Dataset entries —
━━━━━━

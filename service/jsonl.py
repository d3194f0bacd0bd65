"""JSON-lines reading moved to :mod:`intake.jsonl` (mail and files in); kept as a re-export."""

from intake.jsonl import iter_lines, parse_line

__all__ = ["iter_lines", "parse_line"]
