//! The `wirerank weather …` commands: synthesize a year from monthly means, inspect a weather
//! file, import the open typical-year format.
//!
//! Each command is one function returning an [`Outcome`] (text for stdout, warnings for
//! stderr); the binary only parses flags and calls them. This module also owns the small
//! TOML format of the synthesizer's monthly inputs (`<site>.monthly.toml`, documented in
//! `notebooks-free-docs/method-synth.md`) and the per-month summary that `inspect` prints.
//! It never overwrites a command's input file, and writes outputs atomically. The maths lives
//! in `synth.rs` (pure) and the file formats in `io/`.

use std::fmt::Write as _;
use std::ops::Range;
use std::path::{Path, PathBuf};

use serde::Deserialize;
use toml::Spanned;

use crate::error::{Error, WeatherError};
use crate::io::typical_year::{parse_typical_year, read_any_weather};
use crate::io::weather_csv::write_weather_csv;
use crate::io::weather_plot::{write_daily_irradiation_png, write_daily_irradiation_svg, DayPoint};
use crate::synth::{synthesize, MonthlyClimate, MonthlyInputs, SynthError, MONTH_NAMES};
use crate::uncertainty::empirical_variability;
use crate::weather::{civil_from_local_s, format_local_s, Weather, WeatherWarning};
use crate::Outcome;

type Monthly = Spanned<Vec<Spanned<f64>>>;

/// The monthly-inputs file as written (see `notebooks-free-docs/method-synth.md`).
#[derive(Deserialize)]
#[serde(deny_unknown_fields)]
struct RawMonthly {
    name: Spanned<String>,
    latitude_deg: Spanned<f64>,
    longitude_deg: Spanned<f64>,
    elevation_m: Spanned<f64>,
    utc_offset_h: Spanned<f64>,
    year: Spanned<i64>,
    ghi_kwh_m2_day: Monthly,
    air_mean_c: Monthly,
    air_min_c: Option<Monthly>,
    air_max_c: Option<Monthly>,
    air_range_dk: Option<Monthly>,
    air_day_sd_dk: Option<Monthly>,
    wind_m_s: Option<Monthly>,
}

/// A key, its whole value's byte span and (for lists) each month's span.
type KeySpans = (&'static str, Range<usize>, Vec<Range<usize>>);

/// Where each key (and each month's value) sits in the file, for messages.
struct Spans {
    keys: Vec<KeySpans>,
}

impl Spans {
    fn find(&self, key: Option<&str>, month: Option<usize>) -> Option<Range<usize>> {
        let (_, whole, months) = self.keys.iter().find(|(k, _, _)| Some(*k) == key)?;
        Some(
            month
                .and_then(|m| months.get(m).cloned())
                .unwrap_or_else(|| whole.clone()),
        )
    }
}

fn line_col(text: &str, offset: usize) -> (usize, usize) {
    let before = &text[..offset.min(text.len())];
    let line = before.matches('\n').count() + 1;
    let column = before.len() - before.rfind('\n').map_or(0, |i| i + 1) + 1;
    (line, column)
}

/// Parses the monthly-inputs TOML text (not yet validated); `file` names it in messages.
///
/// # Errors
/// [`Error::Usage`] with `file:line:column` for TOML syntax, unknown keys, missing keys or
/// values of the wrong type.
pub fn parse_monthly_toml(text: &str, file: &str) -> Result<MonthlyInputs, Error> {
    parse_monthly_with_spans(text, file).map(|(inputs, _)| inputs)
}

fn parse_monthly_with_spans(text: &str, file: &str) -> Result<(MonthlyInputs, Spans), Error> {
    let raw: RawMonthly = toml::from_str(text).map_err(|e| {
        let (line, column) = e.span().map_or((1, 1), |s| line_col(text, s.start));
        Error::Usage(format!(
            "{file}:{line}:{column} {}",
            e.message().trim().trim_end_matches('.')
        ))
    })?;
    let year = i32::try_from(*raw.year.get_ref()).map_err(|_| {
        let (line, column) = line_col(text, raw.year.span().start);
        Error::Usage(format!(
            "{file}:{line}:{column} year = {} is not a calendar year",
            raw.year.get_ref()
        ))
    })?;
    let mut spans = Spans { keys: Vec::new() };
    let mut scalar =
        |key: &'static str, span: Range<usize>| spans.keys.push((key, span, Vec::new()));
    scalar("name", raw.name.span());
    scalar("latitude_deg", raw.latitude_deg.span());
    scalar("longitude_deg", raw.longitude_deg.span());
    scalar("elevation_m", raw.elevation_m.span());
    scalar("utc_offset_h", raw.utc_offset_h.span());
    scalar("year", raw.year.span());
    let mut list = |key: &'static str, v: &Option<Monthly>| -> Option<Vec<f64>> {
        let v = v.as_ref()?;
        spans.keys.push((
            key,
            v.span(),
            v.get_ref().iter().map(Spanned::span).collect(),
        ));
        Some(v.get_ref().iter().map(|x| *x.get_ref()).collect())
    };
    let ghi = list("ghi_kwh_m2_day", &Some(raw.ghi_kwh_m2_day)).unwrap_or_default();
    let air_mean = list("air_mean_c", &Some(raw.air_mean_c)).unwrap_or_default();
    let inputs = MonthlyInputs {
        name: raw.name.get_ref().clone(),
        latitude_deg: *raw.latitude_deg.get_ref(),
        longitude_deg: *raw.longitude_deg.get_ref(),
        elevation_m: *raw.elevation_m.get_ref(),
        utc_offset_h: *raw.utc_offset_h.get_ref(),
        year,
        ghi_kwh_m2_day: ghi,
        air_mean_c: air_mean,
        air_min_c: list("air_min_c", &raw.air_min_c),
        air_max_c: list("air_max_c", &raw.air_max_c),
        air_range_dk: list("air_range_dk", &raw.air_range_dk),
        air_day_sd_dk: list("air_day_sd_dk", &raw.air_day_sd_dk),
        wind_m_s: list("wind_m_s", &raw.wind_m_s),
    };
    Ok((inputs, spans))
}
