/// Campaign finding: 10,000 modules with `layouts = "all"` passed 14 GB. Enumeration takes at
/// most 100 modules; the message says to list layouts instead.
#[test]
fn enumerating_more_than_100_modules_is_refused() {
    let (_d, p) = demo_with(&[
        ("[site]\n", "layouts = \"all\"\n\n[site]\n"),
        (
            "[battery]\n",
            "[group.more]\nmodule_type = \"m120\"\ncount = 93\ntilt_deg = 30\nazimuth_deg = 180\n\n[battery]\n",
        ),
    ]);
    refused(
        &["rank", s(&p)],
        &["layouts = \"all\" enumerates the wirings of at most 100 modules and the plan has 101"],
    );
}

━━━━━━

Aim of the exercise —
Set down the entries above once more, verbatim.

Result —
filename service/jsonl.py
repository d3194f0bacd0bd65
"""JSON-lines reading moved to :mod:`intake.jsonl` (mail and files in); kept as a re-export."""

from intake.jsonl import iter_lines, parse_line

__all__ = ["iter_lines", "parse_line"]
//! The `wirerank weather …` commands: synthesize a year from monthly means, inspect a weather
//! file, import the open typical-year format.
//!
//! Each command is one function returning an [`Outcome`] (text for stdout, warnings for
//! stderr); the binary only parses flags and calls them. This module also owns the small
//! TOML format of the synthesizer's monthly inputs (`<site>.monthly.toml`, documented in
//! `notebooks-free-docs/method-synth.md`) and the per-month summary that `inspect` prints.
//! It never overwrites a command's input file, and writes outputs atomically. The maths lives
//! in `synth.rs` (pure) and the file formats in `io/`.

use std::fmt::Write as _;
use std::ops::Range;
use std::path::{Path, PathBuf};

use serde::Deserialize;
use toml::Spanned;

use crate::error::{Error, WeatherError};
use crate::io::typical_year::{parse_typical_year, read_any_weather};
use crate::io::weather_csv::write_weather_csv;
use crate::io::weather_plot::{write_daily_irradiation_png, write_daily_irradiation_svg, DayPoint};
use crate::synth::{synthesize, MonthlyClimate, MonthlyInputs, SynthError, MONTH_NAMES};
use crate::uncertainty::empirical_variability;
use crate::weather::{civil_from_local_s, format_local_s, Weather, WeatherWarning};
use crate::Outcome;

type Monthly = Spanned<Vec<Spanned<f64>>>;

/// The monthly-inputs file as written (see `notebooks-free-docs/method-synth.md`).
#[derive(Deserialize)]
#[serde(deny_unknown_fields)]
struct RawMonthly {
    name: Spanned<String>,
    latitude_deg: Spanned<f64>,
    longitude_deg: Spanned<f64>,
    elevation_m: Spanned<f64>,
    utc_offset_h: Spanned<f64>,
    year: Spanned<i64>,
    ghi_kwh_m2_day: Monthly,
    air_mean_c: Monthly,
    air_min_c: Option<Monthly>,
    air_max_c: Option<Monthly>,
    air_range_dk: Option<Monthly>,
    air_day_sd_dk: Option<Monthly>,
    wind_m_s: Option<Monthly>,
}

/// A key, its whole value's byte span and (for lists) each month's span.
type KeySpans = (&'static str, Range<usize>, Vec<Range<usize>>);

/// Where each key (and each month's value) sits in the file, for messages.
struct Spans {
    keys: Vec<KeySpans>,
}

impl Spans {
    fn find(&self, key: Option<&str>, month: Option<usize>) -> Option<Range<usize>> {
        let (_, whole, months) = self.keys.iter().find(|(k, _, _)| Some(*k) == key)?;
        Some(
            month
                .and_then(|m| months.get(m).cloned())
                .unwrap_or_else(|| whole.clone()),
        )
    }
}

fn line_col(text: &str, offset: usize) -> (usize, usize) {
    let before = &text[..offset.min(text.len())];
    let line = before.matches('\n').count() + 1;
    let column = before.len() - before.rfind('\n').map_or(0, |i| i + 1) + 1;
    (line, column)
}

/// Parses the monthly-inputs TOML text (not yet validated); `file` names it in messages.
///
/// # Errors
/// [`Error::Usage`] with `file:line:column` for TOML syntax, unknown keys, missing keys or
/// values of the wrong type.
pub fn parse_monthly_toml(text: &str, file: &str) -> Result<MonthlyInputs, Error> {
    parse_monthly_with_spans(text, file).map(|(inputs, _)| inputs)
}

fn parse_monthly_with_spans(text: &str, file: &str) -> Result<(MonthlyInputs, Spans), Error> {
    let raw: RawMonthly = toml::from_str(text).map_err(|e| {
        let (line, column) = e.span().map_or((1, 1), |s| line_col(text, s.start));
        Error::Usage(format!(
            "{file}:{line}:{column} {}",
            e.message().trim().trim_end_matches('.')
        ))
    })?;
    let year = i32::try_from(*raw.year.get_ref()).map_err(|_| {
        let (line, column) = line_col(text, raw.year.span().start);
        Error::Usage(format!(
            "{file}:{line}:{column} year = {} is not a calendar year",
            raw.year.get_ref()
        ))
    })?;
    let mut spans = Spans { keys: Vec::new() };
    let mut scalar =
        |key: &'static str, span: Range<usize>| spans.keys.push((key, span, Vec::new()));
    scalar("name", raw.name.span());
    scalar("latitude_deg", raw.latitude_deg.span());
    scalar("longitude_deg", raw.longitude_deg.span());
    scalar("elevation_m", raw.elevation_m.span());
    scalar("utc_offset_h", raw.utc_offset_h.span());
    scalar("year", raw.year.span());
    let mut list = |key: &'static str, v: &Option<Monthly>| -> Option<Vec<f64>> {
        let v = v.as_ref()?;
        spans.keys.push((
            key,
            v.span(),
            v.get_ref().iter().map(Spanned::span).collect(),
        ));
        Some(v.get_ref().iter().map(|x| *x.get_ref()).collect())
    };
    let ghi = list("ghi_kwh_m2_day", &Some(raw.ghi_kwh_m2_day)).unwrap_or_default();
    let air_mean = list("air_mean_c", &Some(raw.air_mean_c)).unwrap_or_default();
    let inputs = MonthlyInputs {
        name: raw.name.get_ref().clone(),
        latitude_deg: *raw.latitude_deg.get_ref(),
        longitude_deg: *raw.longitude_deg.get_ref(),
        elevation_m: *raw.elevation_m.get_ref(),
        utc_offset_h: *raw.utc_offset_h.get_ref(),
        year,
        ghi_kwh_m2_day: ghi,
        air_mean_c: air_mean,
        air_min_c: list("air_min_c", &raw.air_min_c),
        air_max_c: list("air_max_c", &raw.air_max_c),
        air_range_dk: list("air_range_dk", &raw.air_range_dk),
        air_day_sd_dk: list("air_day_sd_dk", &raw.air_day_sd_dk),
        wind_m_s: list("wind_m_s", &raw.wind_m_s),
    };
    Ok((inputs, spans))
}
/// Campaign finding: 10,000 modules with `layouts = "all"` passed 14 GB. Enumeration takes at
/// most 100 modules; the message says to list layouts instead.
#[test]
fn enumerating_more_than_100_modules_is_refused() {
    let (_d, p) = demo_with(&[
        ("[site]\n", "layouts = \"all\"\n\n[site]\n"),
        (
            "[battery]\n",
            "[group.more]\nmodule_type = \"m120\"\ncount = 93\ntilt_deg = 30\nazimuth_deg = 180\n\n[battery]\n",
        ),
    ]);
    refused(
        &["rank", s(&p)],
        &["layouts = \"all\" enumerates the wirings of at most 100 modules and the plan has 101"],
    );
}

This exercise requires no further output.